- **Material for this exercise**
// SPDX-License-Identifier: GPL-3.0-or-later
#include "method/silence.h"

#include <algorithm>
#include <array>
#include <cmath>
#include <numbers>

#include "method/coherent.h"
#include "method/hold.h"
#include "method/hum.h"
#include "method/noise_power.h"
#include "method/reading.h"
#include "method/tone_removal.h"
#include "signal/weighting.h"

namespace kneeprint {
namespace {

constexpr Hertz kTone{997.0};
constexpr Seconds kDuration{5.0}, kLeastDuration{2.0};
constexpr Seconds kLeastBlock{0.5};  // also the soft ends around a state: 20 Hz needs some length
constexpr int kRemovedOrders = 20;   // of 997 Hz: to 20 kHz
constexpr double kTimeConstants = 3.0;
constexpr Hertz kMeterRate{160000.0};  // what a quasi-peak meter needs at least
// Mean square of a -150 dBFS sine. The rounding of 24 bits alone makes -146 dBFS: below is no
// converter, but digital silence or what arithmetic leaves of it, whose lines mean nothing.
constexpr double kNothing = 0.5e-15;
constexpr double kBesideTone = 10.0;     // Hz
constexpr double kMostBesideTone = 0.1;  // of the state's noise

CoherentTone tone_of(const TakeSpec& spec, Hertz rate) {
  return coherent_tone(kTone, rate, std::max(spec.settings.block, kLeastBlock),
                       spec.settings.orders);
}

Seconds block_length(const TakeSpec& spec, Hertz rate) {
  return Seconds(static_cast<double>(tone_of(spec, rate).block) / rate.value());
}

int blocks_in(Seconds wanted, Seconds block) {
  return static_cast<int>(std::ceil(wanted / block - 1e-9));
}

int first_hold_blocks(const TakeSpec& spec, Hertz rate) {
  const Seconds wanted = std::max(spec.options.duration.value_or(kDuration), kLeastDuration);
  return blocks_in(wanted, block_length(spec, rate));
}

// Blocks before a state (the last of them is its soft beginning) and after it.
int lead_blocks(const TakeSpec& spec, Seconds block) {
  return std::max(1, blocks_in(kTimeConstants * spec.settings.longest_time_constant, block));
}
constexpr int kTailBlocks = 1;

struct Layout {
  Stimulus stimulus;
  std::size_t rest = 0, idle = 0;  // first samples of both states
};

Layout layout_of(const TakeSpec& spec, Hertz rate) {
  const CoherentTone tone = tone_of(spec, rate);
  const int lead = lead_blocks(spec, block_length(spec, rate));
  const int all = lead + spec.hold_blocks + kTailBlocks;
  const std::array tones{Tone{tone.frequency, sine_peak(spec.send)}};
  HeldStimulus held = held_tones(tones, rate, tone.block, all);
  const std::size_t zeros = tone.block * static_cast<std::size_t>(all);
  const std::size_t before = tone.block * static_cast<std::size_t>(lead);
  Layout out;
  out.rest = before;
  out.idle = zeros + held.hold.first_block + before;
  held.hold.first_block += zeros;
  held.wave.samples.insert(held.wave.samples.begin(), zeros, 0.0);
  out.stimulus = {std::move(held.wave), held.hold, tone.frequency};
  return out;
}

Stimulus stimulus(const TakeSpec& spec, Hertz rate) { return layout_of(spec, rate).stimulus; }

class StateReading {
 public:
  StateReading(const TakeSpec& spec, const TakeData& take, const RigView& rig, std::size_t first,
               bool has_tone);
  void read(Curves& out, Flag take_flag);

 private:
  ScalarPoint blank(const std::string& figure) const;
  ScalarPoint level_row(const std::string& figure, const Uncertain& power) const;
  Uncertain power(Weighting weighting) const;
  Uncertain quasi_peak() const;
  std::vector<double> inner(const Waveform& y) const;
  bool spread_beside_tone(double noise) const;
  void read_hum(Curves& out) const;

  const TakeSpec& spec_;
  const RigView& rig_;
  bool has_tone_;
  CoherentTone tone_;
  Hertz high_;
  Waveform piece_;       // the state with a soft block on either side
  NoiseSpectrum noise_;  // of the state alone
  Flag flag_ = Flag::none;
};

// The state and a block on either side, the mean and the tone taken out.
Waveform cut_piece(const Waveform& take, std::size_t first, std::size_t length, std::size_t soft) {
  const auto begin = take.samples.begin() + static_cast<long>(first - soft);
  Waveform piece{take.rate, {begin, begin + static_cast<long>(length + 2 * soft)}};
  double mean = 0.0;
  for (const double x : piece.samples) mean += x / static_cast<double>(piece.samples.size());
  for (double& x : piece.samples) x -= mean;
  return piece;
}

Waveform without_tone(Waveform piece, const CoherentTone& tone, bool has_tone) {
  if (has_tone) remove_tones(piece.samples, tone, kRemovedOrders);
  return piece;
}

Waveform middle_of(const Waveform& piece, std::size_t soft) {
  return {piece.rate,
          {piece.samples.begin() + static_cast<long>(soft),
           piece.samples.end() - static_cast<long>(soft)}};
}

StateReading::StateReading(const TakeSpec& spec, const TakeData& take, const RigView& rig,
                           std::size_t first, bool has_tone)
    : spec_(spec),
      rig_(rig),
      has_tone_(has_tone),
      tone_(tone_of(spec, take.response.rate)),
      high_(std::min(kBandHigh, kHighestShare * rig.usable_rate(take.response.rate))),
      piece_(without_tone(
          cut_piece(take.response, first, tone_.block * static_cast<std::size_t>(spec.hold_blocks),
                    tone_.block),
          tone_, has_tone)),
      noise_(middle_of(piece_, tone_.block), kHumSegment) {
  const std::size_t soft = tone_.block, size = piece_.samples.size();
  for (std::size_t n = 0; n < soft; ++n) {
    const double rise = 0.5 - 0.5 * std::cos(std::numbers::pi * (static_cast<double>(n) + 0.5) /
                                             static_cast<double>(soft));
    piece_.samples[n] *= rise;
    piece_.samples[size - 1 - n] *= rise;
  }
}

std::vector<double> StateReading::inner(const Waveform& y) const {
  const auto factor = static_cast<std::size_t>(std::lround(y.rate / piece_.rate));
  const auto soft = static_cast<long>(tone_.block * factor);
  return {y.samples.begin() + soft, y.samples.end() - soft};
}

Uncertain StateReading::power(Weighting weighting) const {
  const auto state = inner(weighted(piece_, weighting, kBandLow, high_));
  const Seconds length(static_cast<double>(state.size()) / piece_.rate.value());
  return mean_power(block_powers(state, spec_.hold_blocks),
                    gaussian_power_u(noise_, weighting, kBandLow, high_, length));
}

// The mean square of the sine that reads the same.
Uncertain StateReading::quasi_peak() const {
  const int oversampling = static_cast<int>(std::ceil(kMeterRate / piece_.rate));
  const Waveform y = weighted(piece_, itu468_weighting, kBandLow, high_, oversampling);
  const Uncertain r = quasi_peak_reading(inner(y), y.rate, spec_.hold_blocks);
  return {r.value * r.value, 2.0 * r.value * r.u, r.dof};
}

ScalarPoint StateReading::blank(const std::string& figure) const {
  ScalarPoint p;
  p.method = "silence";
  if (has_tone_) {
    const double own = std::abs(rig_.response.send(tone_.frequency).response);
    p.drive = rig_.send.level_of(spec_.send) + Decibels::of_ratio(own).value();
  }
  p.unit = rig_.ret.unit;
  p.figure = figure;
  p.state = has_tone_ ? "idle-with-bias" : "drive-free";
  p.value_unit = name(rig_.ret.unit);
  p.flag = flag_;
  return p;
}

ScalarPoint under_noise(ScalarPoint p) {
  const std::array flags{p.flag, Flag::noise};
  p.flag = gravest(flags);
  return p;
}

ScalarPoint StateReading::level_row(const std::string& figure, const Uncertain& power) const {
  ScalarPoint p = blank(figure);
  if (!(power.value > 0.0)) return under_noise(std::move(p));
  // The level of a sine of that rms.
  p.value = rig_.ret.level_of_peak(std::sqrt(2.0 * power.value));
  const std::array parts{Contribution{0.5 * kDbPerRelative * power.u / power.value, power.dof},
                         Contribution{rig_.ret.standard_uncertainty.value(), kInfiniteDof}};
  const Contribution c = combine(parts);
  p.expanded_u = coverage_factor_95(c.dof) * c.u;
  return p;
}

bool StateReading::spread_beside_tone(double noise) const {
  const double width = noise_.bin_hz();
  const auto centre = static_cast<std::size_t>(std::lround(tone_.frequency.value() / width));
  const auto nearest = static_cast<std::size_t>(std::ceil(kBesideTone / width)) + 2;
  const double level = noise_.around(centre, nearest, nearest + 24).density;
  double beside = 0.0;
  for (std::size_t k = 1; k < noise_.bins(); ++k) {
    const double f = static_cast<double>(k) * width;
    if (std::abs(f - tone_.frequency.value()) > kBesideTone) continue;
    beside += (noise_.density(k) - level) * width;
  }
  return beside > kMostBesideTone * noise;
}

void StateReading::read_hum(Curves& out) const {
  const Hum hum = find_hum(noise_, has_tone_ ? std::optional(tone_.frequency) : std::nullopt);
  for (const HumLine& line : hum.lines) {
    ScalarPoint p = level_row("hum", line.power);
    p.frequency_hz = line.frequency_hz;
    out.scalars.push_back(p);
  }
  if (hum.base_hz == 0) {
    ScalarPoint p = level_row("hum-total", {hum.limit, 0.0, kInfiniteDof});
    p.expanded_u.reset();  // a limit
    out.scalars.push_back(under_noise(std::move(p)));
    return;
  }
  out.scalars.push_back(level_row("hum-total", hum.total));
  ScalarPoint f = blank("mains-frequency");
  f.value = hum.frequency.value;
  f.value_unit = "Hz";
  f.expanded_u = expanded_95(hum.frequency);
  out.scalars.push_back(f);
}

void StateReading::read(Curves& out, Flag take_flag) {
  flag_ = take_flag;
  const Uncertain flat = power(flat_weighting);
  if (!(flat.value > kNothing)) {
    for (const char* figure : {"noise", "noise-a", "noise-468", "hum-total"}) {
      out.scalars.push_back(under_noise(blank(figure)));
    }
    return;
  }
  if (has_tone_ && spread_beside_tone(flat.value)) {
    const std::array flags{take_flag, Flag::unsteady};
    flag_ = gravest(flags);
  }
  out.scalars.push_back(level_row("noise", flat));
  out.scalars.push_back(level_row("noise-a", power(a_weighting)));
  out.scalars.push_back(level_row("noise-468", quasi_peak()));
  read_hum(out);
}

TakeVerdict read(const TakeSpec& spec, const TakeData& take, const RigView& rig, Curves& out) {
  const Layout layout = layout_of(spec, take.response.rate);
  TakeVerdict verdict;
  const HoldLayout whole{0, take.response.samples.size(), 1};
  verdict.clipped = reaches_full_scale(take.response, whole);
  const Flag flag = verdict.clipped ? Flag::clipped : Flag::none;
  StateReading(spec, take, rig, layout.rest, false).read(out, flag);
  StateReading(spec, take, rig, layout.idle, true).read(out, flag);
  return verdict;
}

}  // namespace

Method silence() {
  return {"silence",
          "noise and hum",
          "IEC 61672-1:2013; ITU-R BS.468-4; AES17-2015",
          Placement::before_ladder,
          {.id = "silence", .duration = true},
          first_hold_blocks,
          block_length,
          stimulus,
          read,
          nullptr};
}

}  // namespace kneeprint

- **Exercise aim**
Above are some records; copy exactly the lines from the one with "const Seconds wanted" through the one with "and after it.", both included, and no others.

- **Result below**
  const Seconds wanted = std::max(spec.options.duration.value_or(kDuration), kLeastDuration);
  return blocks_in(wanted, block_length(spec, rate));
}

// Blocks before a state (the last of them is its soft beginning) and after it.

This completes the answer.